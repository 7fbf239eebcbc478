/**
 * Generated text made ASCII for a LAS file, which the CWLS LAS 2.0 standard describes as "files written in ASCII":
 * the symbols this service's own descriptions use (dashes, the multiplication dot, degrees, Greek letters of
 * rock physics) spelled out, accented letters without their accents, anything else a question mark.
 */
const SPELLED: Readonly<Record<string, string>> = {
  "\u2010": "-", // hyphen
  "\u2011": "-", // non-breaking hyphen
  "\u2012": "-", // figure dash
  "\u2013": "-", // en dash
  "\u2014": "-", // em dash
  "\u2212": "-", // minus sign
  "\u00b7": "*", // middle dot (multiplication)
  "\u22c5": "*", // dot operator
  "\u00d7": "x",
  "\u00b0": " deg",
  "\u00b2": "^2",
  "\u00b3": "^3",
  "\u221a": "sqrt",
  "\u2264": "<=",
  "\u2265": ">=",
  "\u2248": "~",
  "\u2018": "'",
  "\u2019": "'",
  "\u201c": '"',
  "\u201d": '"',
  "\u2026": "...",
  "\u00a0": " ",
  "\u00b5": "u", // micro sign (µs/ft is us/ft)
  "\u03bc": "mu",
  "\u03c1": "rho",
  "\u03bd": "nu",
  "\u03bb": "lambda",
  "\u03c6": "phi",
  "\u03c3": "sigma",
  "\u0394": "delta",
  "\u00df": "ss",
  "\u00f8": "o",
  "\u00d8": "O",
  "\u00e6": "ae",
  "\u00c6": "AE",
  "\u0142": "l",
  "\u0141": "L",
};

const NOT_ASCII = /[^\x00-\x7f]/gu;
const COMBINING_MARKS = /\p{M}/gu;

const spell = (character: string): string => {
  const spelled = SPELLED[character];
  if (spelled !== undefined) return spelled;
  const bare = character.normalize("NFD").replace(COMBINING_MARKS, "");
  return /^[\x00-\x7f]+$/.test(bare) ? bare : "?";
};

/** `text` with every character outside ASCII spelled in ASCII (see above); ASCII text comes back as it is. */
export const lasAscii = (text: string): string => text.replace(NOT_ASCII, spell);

——

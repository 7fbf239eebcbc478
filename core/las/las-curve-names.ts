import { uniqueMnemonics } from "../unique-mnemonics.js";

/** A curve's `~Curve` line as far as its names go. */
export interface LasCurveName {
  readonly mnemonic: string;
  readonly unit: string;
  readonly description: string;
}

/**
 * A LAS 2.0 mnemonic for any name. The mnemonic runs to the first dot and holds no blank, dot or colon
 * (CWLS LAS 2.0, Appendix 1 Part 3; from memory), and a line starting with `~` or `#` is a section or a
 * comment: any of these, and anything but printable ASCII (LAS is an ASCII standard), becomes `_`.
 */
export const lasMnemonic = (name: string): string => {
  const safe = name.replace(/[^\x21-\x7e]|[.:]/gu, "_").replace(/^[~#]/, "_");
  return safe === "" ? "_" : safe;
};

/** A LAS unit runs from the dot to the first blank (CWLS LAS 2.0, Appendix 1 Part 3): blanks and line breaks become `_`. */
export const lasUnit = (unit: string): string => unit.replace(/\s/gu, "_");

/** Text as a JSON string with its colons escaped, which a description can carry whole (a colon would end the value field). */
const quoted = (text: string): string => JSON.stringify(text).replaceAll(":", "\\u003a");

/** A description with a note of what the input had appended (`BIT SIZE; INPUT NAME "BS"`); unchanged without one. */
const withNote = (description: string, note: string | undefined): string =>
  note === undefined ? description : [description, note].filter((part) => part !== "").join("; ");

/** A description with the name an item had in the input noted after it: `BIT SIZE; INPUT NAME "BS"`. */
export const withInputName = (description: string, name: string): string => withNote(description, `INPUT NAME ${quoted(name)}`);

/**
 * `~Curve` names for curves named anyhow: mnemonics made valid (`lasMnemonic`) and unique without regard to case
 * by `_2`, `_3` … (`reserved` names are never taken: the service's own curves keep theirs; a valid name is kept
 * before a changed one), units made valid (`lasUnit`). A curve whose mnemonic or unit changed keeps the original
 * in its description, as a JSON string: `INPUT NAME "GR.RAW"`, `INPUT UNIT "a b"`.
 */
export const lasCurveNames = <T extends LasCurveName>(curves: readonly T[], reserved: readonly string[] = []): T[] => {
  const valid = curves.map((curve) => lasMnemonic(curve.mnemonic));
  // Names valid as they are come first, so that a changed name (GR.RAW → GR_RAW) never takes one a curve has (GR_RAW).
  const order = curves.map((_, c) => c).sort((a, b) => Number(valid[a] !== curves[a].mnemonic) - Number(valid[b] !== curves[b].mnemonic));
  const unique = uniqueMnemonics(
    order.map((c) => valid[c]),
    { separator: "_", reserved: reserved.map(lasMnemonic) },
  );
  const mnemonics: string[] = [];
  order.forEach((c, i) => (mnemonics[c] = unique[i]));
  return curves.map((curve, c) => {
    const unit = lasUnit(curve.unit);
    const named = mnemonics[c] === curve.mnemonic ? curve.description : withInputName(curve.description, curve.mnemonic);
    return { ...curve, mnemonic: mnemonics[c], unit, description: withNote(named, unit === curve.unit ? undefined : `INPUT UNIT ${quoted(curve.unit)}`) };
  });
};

——

▸ **EXERCISE DESCRIPTION**
In the lines above, find the word "order" and copy every line it occurs in.

▸ **TASK OUTPUT**
  const order = curves.map((_, c) => c).sort((a, b) => Number(valid[a] !== curves[a].mnemonic) - Number(valid[b] !== curves[b].mnemonic));
    order.map((c) => valid[c]),
  order.forEach((c, i) => (mnemonics[c] = unique[i]));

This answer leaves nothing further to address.